(Stored items from a collection)
--------------------

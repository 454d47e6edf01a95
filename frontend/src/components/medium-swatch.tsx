import type { Medium } from "@heddle/kernels/scene";
import { useId } from "react";
import { hatchOf } from "../lib/hatch";

interface MediumSwatchProps {
  medium: Medium;
  width?: number;
  height?: number;
}

/** A small cut of a medium, hatched as it is on the sheet. */
export function MediumSwatch({ medium, width = 34, height = 22 }: MediumSwatchProps) {
  const id = useId();
  const hatch = hatchOf(medium);
  const falling = hatch.perfect === "magnetic" ? 5 : hatch.fallingPx;
  const rising = hatch.perfect === "electric" ? 5 : hatch.risingPx;
  const stroke = (name: string, spacing: number, angle: number) => (
    <pattern
      id={`${id}${name}`}
      width={spacing}
      height={spacing}
      patternUnits="userSpaceOnUse"
      patternTransform={`rotate(${angle})`}
    >
      <line
        x1={0}
        y1={0}
        x2={0}
        y2={spacing}
        stroke="var(--ink)"
        strokeWidth={hatch.perfect === null ? 0.9 : 1.1}
      />
    </pattern>
  );
  const tint = hatch.perfect === null ? hatch.tint * 0.3 : 0.2;
  const fill = hatch.perfect === null ? "var(--accent)" : "var(--hairline)";
  const whole = { x: 0.5, y: 0.5, width: width - 1, height: height - 1 };
  return (
    <svg width={width} height={height} aria-hidden="true" style={{ display: "block", flex: "none" }}>
      <defs>
        {falling === null ? null : stroke("f", falling, -45)}
        {rising === null ? null : stroke("r", rising, 45)}
      </defs>
      <rect {...whole} fill="var(--sheet)" />
      <rect {...whole} fill={fill} fillOpacity={hatch.perfect === null ? tint : 0.5} />
      {falling === null ? null : <rect {...whole} fill={`url(#${id}f)`} />}
      {rising === null ? null : <rect {...whole} fill={`url(#${id}r)`} />}
      <rect {...whole} fill="none" stroke="var(--ink)" strokeWidth={1} />
    </svg>
  );
}
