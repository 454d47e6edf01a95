import { statusOf } from "../lib/api";
import { Refusal } from "./refusal";

interface QueryProblemProps {
  query: { error: unknown; refetch: () => Promise<unknown> };
}

/**
 * What kept a part of the page from being asked (again), with a way to retry; nothing while all is well. An ended
 * session is left to the dialog that lets one sign in again: the page stays as it is.
 */
export function QueryProblem({ query }: QueryProblemProps) {
  if (query.error === null || statusOf(query.error) === 401) return null;
  return (
    <div style={{ marginBottom: 14 }}>
      <Refusal error={query.error} onRetry={() => void query.refetch()} />
    </div>
  );
}

/** Nothing came and nothing will: only the problem is shown. */
export const hasNothing = (query: { data: unknown; isError: boolean }): boolean =>
  query.data === undefined && query.isError;
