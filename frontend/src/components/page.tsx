import type { ReactNode } from "react";
import "./page.css";

interface PageProps {
  title: ReactNode;
  /** One line under the title. */
  lead?: ReactNode;
  /** Search, filters and the page's main button, at the title's right. */
  tools?: ReactNode;
  children: ReactNode;
  /** A caution or an explanation at the foot. */
  foot?: ReactNode;
}

/** The plain page: a title with one line, its tools, the matter, a foot. */
export function Page({ title, lead, tools, children, foot }: PageProps) {
  return (
    <div className="page">
      <div className="page-head">
        <div className="page-title">
          <h1>{title}</h1>
          {lead === undefined ? null : <p>{lead}</p>}
        </div>
        {tools === undefined ? null : <div className="page-tools">{tools}</div>}
      </div>
      {children}
      {foot === undefined ? null : <footer className="page-foot">{foot}</footer>}
    </div>
  );
}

--------------------

About this exercise:
You are asked to transcribe the complete data exactly.

Solution to this problem:
repository 454d47e6edf01a95
filename frontend/src/components/medium-swatch.tsx
import type { Medium } from "@heddle/kernels/scene";
import { useId } from "react";
import { hatchOf } from "../lib/hatch";

interface MediumSwatchProps {
  medium: Medium;
  width?: number;
  height?: number;
}

/** A small cut of a medium, hatched as it is on the sheet. */
export function MediumSwatch({ medium, width = 34, height = 22 }: MediumSwatchProps) {
  const id = useId();
  const hatch = hatchOf(medium);
  const falling = hatch.perfect === "magnetic" ? 5 : hatch.fallingPx;
  const rising = hatch.perfect === "electric" ? 5 : hatch.risingPx;
  const stroke = (name: string, spacing: number, angle: number) => (
    <pattern
      id={`${id}${name}`}
      width={spacing}
      height={spacing}
      patternUnits="userSpaceOnUse"
      patternTransform={`rotate(${angle})`}
    >
      <line
        x1={0}
        y1={0}
        x2={0}
        y2={spacing}
        stroke="var(--ink)"
        strokeWidth={hatch.perfect === null ? 0.9 : 1.1}
      />
    </pattern>
  );
  const tint = hatch.perfect === null ? hatch.tint * 0.3 : 0.2;
  const fill = hatch.perfect === null ? "var(--accent)" : "var(--hairline)";
  const whole = { x: 0.5, y: 0.5, width: width - 1, height: height - 1 };
  return (
    <svg width={width} height={height} aria-hidden="true" style={{ display: "block", flex: "none" }}>
      <defs>
        {falling === null ? null : stroke("f", falling, -45)}
        {rising === null ? null : stroke("r", rising, 45)}
      </defs>
      <rect {...whole} fill="var(--sheet)" />
      <rect {...whole} fill={fill} fillOpacity={hatch.perfect === null ? tint : 0.5} />
      {falling === null ? null : <rect {...whole} fill={`url(#${id}f)`} />}
      {rising === null ? null : <rect {...whole} fill={`url(#${id}r)`} />}
      <rect {...whole} fill="none" stroke="var(--ink)" strokeWidth={1} />
    </svg>
  );
}
repository 454d47e6edf01a95
import { statusOf } from "../lib/api";
import { Refusal } from "./refusal";

interface QueryProblemProps {
  query: { error: unknown; refetch: () => Promise<unknown> };
}

/**
 * What kept a part of the page from being asked (again), with a way to retry; nothing while all is well. An ended
 * session is left to the dialog that lets one sign in again: the page stays as it is.
 */
export function QueryProblem({ query }: QueryProblemProps) {
  if (query.error === null || statusOf(query.error) === 401) return null;
  return (
    <div style={{ marginBottom: 14 }}>
      <Refusal error={query.error} onRetry={() => void query.refetch()} />
    </div>
  );
}

/** Nothing came and nothing will: only the problem is shown. */
export const hasNothing = (query: { data: unknown; isError: boolean }): boolean =>
  query.data === undefined && query.isError;
filename frontend/src/components/page.tsx
import type { ReactNode } from "react";
import "./page.css";

interface PageProps {
  title: ReactNode;
  /** One line under the title. */
  lead?: ReactNode;
  /** Search, filters and the page's main button, at the title's right. */
  tools?: ReactNode;
  children: ReactNode;
  /** A caution or an explanation at the foot. */
  foot?: ReactNode;
}

/** The plain page: a title with one line, its tools, the matter, a foot. */
export function Page({ title, lead, tools, children, foot }: PageProps) {
  return (
    <div className="page">
      <div className="page-head">
        <div className="page-title">
          <h1>{title}</h1>
          {lead === undefined ? null : <p>{lead}</p>}
        </div>
        {tools === undefined ? null : <div className="page-tools">{tools}</div>}
      </div>
      {children}
      {foot === undefined ? null : <footer className="page-foot">{foot}</footer>}
    </div>
  );
}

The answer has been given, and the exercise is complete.